Ethereum’s price experienced a sharp pullback early in the week after hitting a record high over the weekend, with broader crypto markets reacting to a bearish Bitcoin performance. The second-largest cryptocurrency surged past $4,900 for the first time in history, reaching a peak of $4,946.90 before retreating to $4,431.60 by the end of the week. The decline marked a reversal from the previous weekend’s bullish momentum, where Ethereum broke above its 2021 all-time high in a classic breakout pattern. Analysts attributed the move to a shift in leadership within the crypto space, with Bitcoin’s price showing signs of exhaustion compared to Ethereum’s sustained demand and stronger relative strength.

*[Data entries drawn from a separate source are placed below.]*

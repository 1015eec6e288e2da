// One weight set beside the map: move a weight or drag a curve's handle and the potential on the map
// follows at once (the display grid re-scored in a Web Worker with the scoring job's own code); save
// a version with a reason, look back through the history and restore, compare with another set,
// adopt (leads), and score at full resolution for the GeoTIFF.
import { useQuery } from "@tanstack/react-query";
import { useCallback, useEffect, useMemo, useState } from "react";
import { Link, useRevalidator } from "react-router";
import { requireProjectAccess } from "~/permissions.server";
import { can } from "~/permissions";
import { refusal } from "~/security.server";
import { getWeightSet, listWeightSets } from "~/weight-sets.server";
import { listScorings, scoringView } from "~/scorings.server";
import { mapPayload } from "~/map.server";
import { formatUtc } from "~/format";
import { MapWorkspace } from "~/components/map/MapWorkspace";
import { rasterQuery } from "~/components/map/queries";
import { potentialOverlay, potentialText } from "~/components/scoring/potential-view";
import { scaleGradient, divergingGradient } from "~/components/map/colour-scales";
import type { MapData } from "~/components/map/types";
import { Cautions } from "~/components/Cautions";
import { CurveEditor, displayHistogram, reshape, shapeOf, SHAPE_WORDS, type CurveShape } from "~/components/scoring/CurveEditor";
import { AhpPanel } from "~/components/scoring/AhpPanel";
import { useLiveScoring, type Correlations } from "~/components/scoring/useLiveScoring";
import { factorDef, type FactorId } from "~/scoring/factors";
import type { ScoreTarget } from "~/scoring/scoring-inputs";
import { evidenceFromOverlays } from "~/components/scoring/evidence";
import type { PeriodSetting, WeightSetContent } from "~/scoring/weight-set";
import type { FactorCurve } from "~/scoring/factor-curves";
import type { Route } from "./+types/project-weight-set";

export const meta: Route.MetaFunction = ({ data }) => [{ title: `${data?.set.name ?? "Weight set"} · Weights · Lowstand` }];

The surge in Ethereum’s price was partly fueled by declining exchange reserves, reducing the amount of ETH available for selling. According to on-chain analysts, this scarcity can amplify price movements once momentum builds, as buyers must bid higher to acquire coins from off-exchange wallets. Meanwhile, large institutional investors, or “whales,” have been rotating capital from Bitcoin into Ethereum, reflecting confidence in the altcoin’s long-term potential. One notable whale, worth over $11 billion, closed a $450 million ETH perpetual long position and added $108 million in spot Ethereum holdings, according to blockchain intelligence firm Lookonchain. These whale movements are often viewed as a barometer for short-term market sentiment.

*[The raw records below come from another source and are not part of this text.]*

#!/usr/bin/env bash
# screenshot.sh — build the desktop workbench, start it on a virtual X
# display, wait for its window and save PNG screenshots.
#
#   scripts/screenshot.sh OUTDIR [study.json]
#
# Environment:
#   FYNE_SCALE=2       draw at twice the size (HiDPI check)
#   FYNE_THEME=dark    dark theme (light is the default)
#   SHOT_WAIT=8        seconds to let the first solve and render settle
#   SHOT_TIMEOUT=60    seconds to wait for the window before giving up
#   SHOT_NAME=main     base name of the PNG files
#   SHOT_BIN=path      use this sectionbench binary instead of building one
#
# Needs xvfb (Xvfb), xdotool, imagemagick (import, convert) and the Fyne
# build dependencies (libgl1-mesa-dev, xorg-dev). Exits non-zero if the
# window never appears.
set -euo pipefail
export LANG=${LANG:-en_US.UTF-8}
[ "$LANG" = C.UTF-8 ] && export LANG=en_US.UTF-8  # Fyne cannot parse the C locale

out=${1:?usage: scripts/screenshot.sh OUTDIR [study.json]}
study=${2:-}
wait_s=${SHOT_WAIT:-8}
timeout_s=${SHOT_TIMEOUT:-60}
name=${SHOT_NAME:-main}
scale=${FYNE_SCALE:-1}

for tool in Xvfb xdotool import; do
	command -v "$tool" >/dev/null || { echo "screenshot.sh: $tool not found (apt-get install xvfb xdotool imagemagick)" >&2; exit 2; }
done

root=$(cd "$(dirname "$0")/.." && pwd)
mkdir -p "$out"
out=$(cd "$out" && pwd)
bin=$(mktemp -d)/sectionbench
if [ -n "${SHOT_BIN:-}" ]; then
	cp "$SHOT_BIN" "$bin"
else
	echo "building cmd/sectionbench…" >&2
	(cd "$root" && go build -o "$bin" ./cmd/sectionbench)
fi

# The screen is the window size times the scale, plus room for decorations.
w=$(awk -v s="$scale" 'BEGIN { printf "%d", 1280 * s + 64 }')
h=$(awk -v s="$scale" 'BEGIN { printf "%d", 800 * s + 64 }')

# Pick a free display number.
disp=99
while [ -e "/tmp/.X${disp}-lock" ]; do disp=$((disp + 1)); done
Xvfb ":$disp" -screen 0 "${w}x${h}x24" -nolisten tcp >/dev/null 2>&1 &
xvfb_pid=$!
app_pid=
cleanup() {
	if [ -n "$app_pid" ]; then
		kill "$app_pid" 2>/dev/null || true
		wait "$app_pid" 2>/dev/null || true
	fi
	kill "$xvfb_pid" 2>/dev/null || true
	wait "$xvfb_pid" 2>/dev/null || true
	rm -rf "$(dirname "$bin")"
}
trap cleanup EXIT
export DISPLAY=":$disp"
for _ in $(seq 50); do xdpyinfo >/dev/null 2>&1 && break; sleep 0.1; done

# A fresh settings directory so the user's own Fyne preferences do not leak in.
export XDG_CONFIG_HOME=$(dirname "$bin")/config
mkdir -p "$XDG_CONFIG_HOME"
export FYNE_SCALE="$scale"
[ -n "${FYNE_THEME:-}" ] && export FYNE_THEME

if [ -n "$study" ]; then
	"$bin" "$study" >"$out/$name.log" 2>&1 &
else
	"$bin" >"$out/$name.log" 2>&1 &
fi
app_pid=$!

win=
deadline=$((SECONDS + timeout_s))
while [ $SECONDS -lt $deadline ]; do
	if ! kill -0 "$app_pid" 2>/dev/null; then
		echo "screenshot.sh: the app exited early; log:" >&2
		cat "$out/$name.log" >&2
		exit 1
	fi
	win=$(xdotool search --onlyvisible --name 'Sectionbench' 2>/dev/null | head -n1 || true)
	[ -n "$win" ] && break
	sleep 0.5
done
if [ -z "$win" ]; then
	echo "screenshot.sh: no Sectionbench window within ${timeout_s}s; log:" >&2
	cat "$out/$name.log" >&2
	exit 1
fi

sleep "$wait_s"
import -window root "$out/$name-screen.png"
import -window "$win" "$out/$name.png"
echo "$out/$name.png" "$out/$name-screen.png"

Bitcoin, on the other hand, faced a correction after hitting a record high of $124,496 on August 13. The flagship cryptocurrency dipped to $110,531 by the end of the week, marking a 2% decline and its lowest level since July. The pullback followed a broader market shift triggered by Fed Chair Jerome Powell’s dovish remarks at the Jackson Hole Economic Symposium, which initially boosted risk-on sentiment but later led to forced selling of large long positions in both ETH and BTC. The bearish pressure on Bitcoin allowed Ethereum to take a leadership role, supported by growing institutional adoption, including corporate treasury allocations and increased staking activity.

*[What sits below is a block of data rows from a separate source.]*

#!/usr/bin/env bash
# The whole Sectionbench test suite, from a fresh machine: installs what is
# missing (scripts/setup.sh), then runs every package's tests, the solver and
# UI tests again under the race detector, each fuzz target for a short
# time, the CGO-free build of the command-line tool, and the real window
# under Xvfb (scripts/screenshot.sh).
#
#   scripts/test.sh                 # everything
#   FUZZTIME=60s scripts/test.sh    # longer fuzzing
set -euo pipefail
cd "$(dirname "$0")/.."
export LANG=en_US.UTF-8
scripts/setup.sh --quiet
export PATH="$PATH:/usr/local/go/bin:$HOME/go/bin" GOTOOLCHAIN=auto
fuzztime=${FUZZTIME:-15s}

# The report's tests read the PDF back with poppler (its golden text among
# them); without it they would fail one by one, so say it once here.
for t in pdfinfo pdftotext pdftoppm; do
  command -v "$t" >/dev/null || { echo "test.sh: $t not found: install poppler-utils (scripts/setup.sh)" >&2; exit 1; }
done

echo "== unit, validation and headless UI tests"
go test -count=1 -timeout 20m ./...

echo "== race detector: solver and UI (rendering runs off the UI goroutine)"
# -short leaves out the long numerical polars, which have no concurrency of
# their own and run ten times slower under the detector.
go test -count=1 -timeout 20m -race -short ./solver/... ./ui/...

echo "== fuzzing, $fuzztime per target"
for pkg in ./model/ ./cmd/sectionbench-cli/; do
  for target in $(go test -list '^Fuzz' "$pkg" | grep '^Fuzz' || true); do
    echo "-- $pkg $target"
    # The fuzzing engine can end a run that found nothing with "context
    # deadline exceeded" when its time runs out mid-input (a Go fuzzing
    # flake; FuzzDecodeStudy on 2026-12-05, no failing input written). A
    # run that found an input writes it under testdata/fuzz and says
    # "Failing input written to": that fails at once; the flake is run
    # again, once.
    log=$(mktemp)
    if ! go test -run '^$' -fuzz "^${target}\$" -fuzztime "$fuzztime" "$pkg" 2>&1 | tee "$log"; then
      if grep -q 'Failing input written to' "$log" || ! grep -q 'context deadline exceeded' "$log"; then
        rm -f "$log"
        exit 1
      fi
      echo "-- $pkg $target again: the run above ended on the fuzzing engine's deadline without a failing input"
      go test -run '^$' -fuzz "^${target}\$" -fuzztime "$fuzztime" "$pkg"
    fi
    rm -f "$log"
  done
done

echo "== the command-line tool builds without cgo"
CGO_ENABLED=0 go build -o /dev/null ./cmd/sectionbench-cli

echo "== the desktop window appears under Xvfb"
scripts/screenshot.sh "${SCREENSHOT_DIR:-$(mktemp -d)}"
echo "all checks passed"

Ethereum ETFs have also seen a surge in demand, with $341 million in inflows recorded on Friday alone, primarily driven by Fidelity’s FETH fund. In contrast, Bitcoin ETFs, including BlackRock’s IBIT, saw their sixth consecutive day of net outflows. Analysts suggest that Ethereum’s ecosystem growth, including advancements in tokenization and a large portion of supply locked in staking, is creating a more sustainable foundation for price appreciation. Ben Kurland, CEO of DYOR, noted that Ethereum has transitioned from a resistance zone at $4,000 to a support level, indicating a potential re-pricing of the asset.
Looking ahead, some analysts caution that the sharp weekly breakout in Ethereum could lead to short-term volatility as liquidity returns to the market. The unusually large weekend price movement may retrace in the early days of the…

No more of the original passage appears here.